Eu não gostei de ouvir aquilo. Fiquei realmente chateado. Mas eu achava que seria impossível que eu gostasse. E embora não quisesse me submeter a outro homem, aquela maravilha de SUV eu juro que já via na minha garagem. Então olhei para ele bem sério, enquanto bebia mais um pouco, com ele me olhando com sorriso sacana, e perguntei se eu poderia desistir a qualquer momento. Ele disse:
— Claro! Mas não leva o carro e só de você ter pensado na possibilidade, isso já virou uma chave dentro de você. Já era, Aurélio! Agora é só questão de tempo.
Eu realmente havia me imaginado de costas para ele e ele me segurando enquanto me enrabava. E não foi nada legal ter aquela imagem na mente. Só que ela parecia uma porcaria de flash insistente. Então ele me ofereceu novamente a chave.

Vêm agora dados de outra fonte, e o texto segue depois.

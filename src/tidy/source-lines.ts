/** Offset of the first character of the line that an offset lies in. */
export const lineStartOf = (text: string, offset: number): number => text.lastIndexOf("\n", offset - 1) + 1;

/** Column of an offset, from 0. */
export const columnOf = (text: string, offset: number): number => offset - lineStartOf(text, offset);

/** Spaces at the beginning of the line that an offset lies in. */
export const indentAt = (text: string, offset: number): number =>
  text.slice(lineStartOf(text, offset)).search(/[^ ]|$/);

/** True where nothing but space and list dashes stands before an offset on its line. */
export const startsLine = (text: string, offset: number): boolean =>
  /^[\s-]*$/.test(text.slice(lineStartOf(text, offset), offset));

/** True where an offset begins a line, and the line before it is empty. */
export function startsLineAfterBlank(text: string, offset: number): boolean {
  const start = lineStartOf(text, offset);
  if (start === 0 || !startsLine(text, offset)) return false;
  return text.slice(lineStartOf(text, start - 1), start).trim() === "";
}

— Pode dirigir até o hotel que achar mais discreto. Ninguém vê a gente de fora. Ninguém nunca vai saber. E se você vencer a aposta, vai levar essa belezinha direto para a sua garagem. É muito sério, Aurélio. Agora, você acha que eu iria correr o risco de perder meu carro? Claro que não! Então, se você não quer correr o risco de sentir muito prazer no cu e talvez até pedir mais, hoje mesmo, não aceite a aposta. Porque você já perdeu, cara.
Bem... Eu aceitei a aposta. E eu me submeti a ele. Foi constrangedor pra caralho virar a bunda pra ele e deixar ele me tirar a calça. E mais constrangedor ainda foi ver ele de pau duro, passando gel. E quando ele encostou a cabecinha no meu anus, espalhando gel nele com ela, me pincelando, eu pensei em desistir. Me retraí e disse que não queria mais. Então ele riu, dizendo que só de ter encostado a piroca no meu cu, isso já quebrava o hétero que havia em mim. Ou seja, eu já não era mais hétero. Só que ia sair disso sem nada. Se cheguei até ali, por que não sair com o carro dele para minha casa? Então eu voltei à posição, de costas para ele, escorado sobre almofadas no sofá.

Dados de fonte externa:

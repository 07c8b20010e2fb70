import { describe, expect, test } from "vitest";
import { parseTrial } from "../../src/parse/trial.js";
import { planTest } from "../../src/plan/plan.js";
import { tellApart } from "../../src/plan/tell-apart.js";
import { networkAt } from "../fit/load.js";
import { fitted, noisy, synthetic } from "../fit/synthetic.js";

const corner = networkAt("shared/parts/quiet-corner.yaml");
const pockets = networkAt("shared/parts/side-capture.yaml");
const parallel = networkAt("shared/parts/parallel-tanks.yaml");

function draft(floor: number) {
  const { document } = parseTrial(`trial: Draft
format: 1
injection: {at: feed, pulse: 50 g}
readings:
  - at: out
    noise: {floor: ${floor} g/L}
`);
  if (!document) throw new Error("no draft");
  const { plan } = planTest(corner, document, { samples: 40 });
  if (!plan) throw new Error("no plan");
  return { trial: document, plan };
}

describe("the test that tells two networks apart", () => {
  test("none does where both have one curve", () => {
    const { trial, plan } = draft(0.0005);
    const [best] = tellApart(corner, parallel, trial, plan);
    expect(best.difference).toBeLessThan(1e-6);
  });

  test("less noise tells more, by its square", () => {
    const [a, b] = [0.001, 0.0005].map((floor) => {
      const { trial, plan } = draft(floor);
      return tellApart(corner, pockets, trial, plan).find((t) => t.says === "the test as drafted");
    });
    expect((b?.difference ?? 0) / (a?.difference ?? 1)).toBeCloseTo(4, 2);
    expect(b?.chance ?? 0).toBeGreaterThan(a?.chance ?? 1);
  });

  // Normal errors: of 30 tests the sum of squares must prefer the truth as often as promised.
  test("the chance is that with which simulated tests prefer the truth", () => {
    const { trial, plan } = draft(0.001);
    const drafted = tellApart(corner, pockets, trial, plan).find((t) => t.says === "the test as drafted");
    const chance = drafted?.chance ?? 0;
    expect(chance).toBeGreaterThan(0.6);
    expect(chance).toBeLessThan(0.97);
    const times = Array.from(plan.readings[0].times, (t) => t / 60);
    const preferred = Array.from({ length: 30 }, (_, k) => {
      const noise = noisy(k + 1, 0.001);
      const one = synthetic(corner, {}, { injection: "{at: feed, pulse: 50 g}", at: "out", times, noise });
      return fitted(corner, [one], { starts: 0 }).aicc < fitted(pockets, [one], { starts: 2 }).aicc;
    });
    const share = preferred.filter(Boolean).length / 30;
    expect(Math.abs(share - chance)).toBeLessThan(3 * Math.sqrt((chance * (1 - chance)) / 30));
  });
});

Quando ele ajeitou o pau para dentro, passando a cabecinha, um calafrio atravessou meu corpo. Achei que doeria, mas não doeu, pois ele parece ter esperado o meu relaxamento. Então ele disse:
— Agora, se você não quer sentir muito desconforto, quando eu disser, faça força como se estivesse no vaso.

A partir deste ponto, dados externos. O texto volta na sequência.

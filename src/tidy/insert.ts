import { collector, hasErrors } from "../problems/report.js";
import { child, type MapNode, type Tree } from "../read/tree.js";
import { readYaml } from "../read/yaml.js";
import { placeOf } from "../text/source.js";

/**
 * A document with one more value in it: in the maps along the path that are there, the rest made as `{a: {b: value}}`. In a
 * variant the path begins under its `change:`. Nothing else of the text is touched.
 * @returns undefined where there is no safe place for it
 */
export function withValue(
  text: string,
  path: readonly string[],
  value: string,
): { text: string; line: number } | undefined {
  const root = rootOf(text);
  if (!root) return undefined;
  let map = root;
  let depth = 0;
  for (; depth < path.length - 1; depth++) {
    const next = child(map, path[depth]);
    if (next === undefined) break;
    if (next.type !== "map") return undefined;
    map = next;
  }
  if (child(map, path[depth]) || map.entries.length === 0) return undefined;
  const rest = path.slice(depth + 1).reduceRight((inner, key) => `{${key}: ${inner}}`, value);
  const { at, added } = place(text, map, `${path[depth]}: ${rest}`);
  const result = text.slice(0, at) + added + text.slice(at);
  if (!holds(result, path, value)) return undefined;
  const from = at + added.length;
  return { text: result, line: placeOf({ source: { path: "", text: result }, from, to: from }).line };
}

/** Behind the last entry, in the manner of the map. */
function place(text: string, map: MapNode, entry: string): { at: number; added: string } {
  const last = map.entries[map.entries.length - 1].value.at;
  const end = text.slice(0, last.to).trimEnd().length;
  if (text[map.at.from] === "{") return { at: end, added: `, ${entry}` };
  const first = map.entries[0].key.at.from;
  const indent = text.slice(text.lastIndexOf("\n", first - 1) + 1, first);
  const newline = /\r?\n/.exec(text)?.[0] ?? "\n";
  const line = /[\r\n]/.exec(text.slice(end));
  return { at: line ? end + line.index : text.length, added: `${newline}${indent}${entry}` };
}

/** What the document or its change is made of; undefined where it cannot be read. */
function rootOf(text: string): MapNode | undefined {
  const { report, problems } = collector();
  const tree = readYaml({ path: "", text }, report);
  if (!tree || hasErrors(problems)) return undefined;
  const change = child(tree, "change");
  if (!change) return tree;
  return change.type === "map" ? change : undefined;
}

/** Does the value stand there, and only there once? An anchor would bring it to other places, too. */
function holds(text: string, path: readonly string[], value: string): boolean {
  const root = rootOf(text);
  const node = path.reduce<Tree | undefined>((at, key) => child(at, key), root);
  return root !== undefined && node?.type === "scalar" && node.text === value && timesAt(root, node.at.from) === 1;
}

const timesAt = (node: Tree, from: number): number => {
  if (node.type === "scalar") return node.at.from === from ? 1 : 0;
  const inside = node.type === "list" ? node.items : node.entries.map((e) => e.value);
  return inside.reduce((sum, n) => sum + timesAt(n, from), 0);
};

Eu como direto o cu da minha mulher. E sei que o esfíncter é o que faz doer. Mas relaxar e ainda fazer força de expulsão para o pau dele deslizar para dentro de mim, isso me causou uma sensação de humilhação que eu me perguntei se isso valia um carro. Mas ele me segurou pela cintura e disse:
— Tá pronto, Aurélio? Posso empurrar?
Como senti vergonha. Que situação horrível. Mas eu balancei a cabeça, morrendo de vergonha. Não conseguia nem falar ou olhar para ele. Então eu fiz força para cagar. E lá estava eu ficando na pontinha dos pés com aquela pressão provocada pela piroca dele abrindo caminho dentro do meu cu. E quanto mais entrava, da forma lenta como ele estava empurrando, maior era a pressão. E eu não esperava sentir o que senti. Meu pau começou a subir e ficar muito duro. Quando eu achava que já tinha entrado tudo, ele retirou um pouquinho e voltou a empurrar até eu ter que me segurar para não soltar um gemido. Minha bunda estava encostada na púbis dele e eu tive um novo arrepio. E quando ele ficou latejando a piroca dentro do meu cu, enterrada, eu senti calor e senti meu pau começando a liberar pré gozo. Não era possível! Aquilo nem tinha começado e eu já estava sentindo algo que não queria admitir que estava. Mas aí eu fui surpreendido por ele com algo que não fazia ideia do quanto era prazeroso. Ele começou a retirar. Eu senti como se estivesse defecando, quando a vontade aperta e vem aquele alívio bom. E quando parecia que a piroca ia deixar meu cu, comigo totalmente arrepiado, ele voltou a empurrar. Pronto! Perdi a aposta. Eu soltei um gemido involuntário. Mas ele voltou a retirar, causando novamente aquele alívio. Isso acabou comigo. Eu abri os olhos e olhei para trás. Ele estava com olhar de vitorioso. Então ele disse, enquanto voltava a empurrar, me causando um novo arrepio e um calor que me fez sentir o bater do coração irradiando por todo o corpo:
— Se quiser eu já posso tirar. Você já perdeu a aposta. Sabe disso, né?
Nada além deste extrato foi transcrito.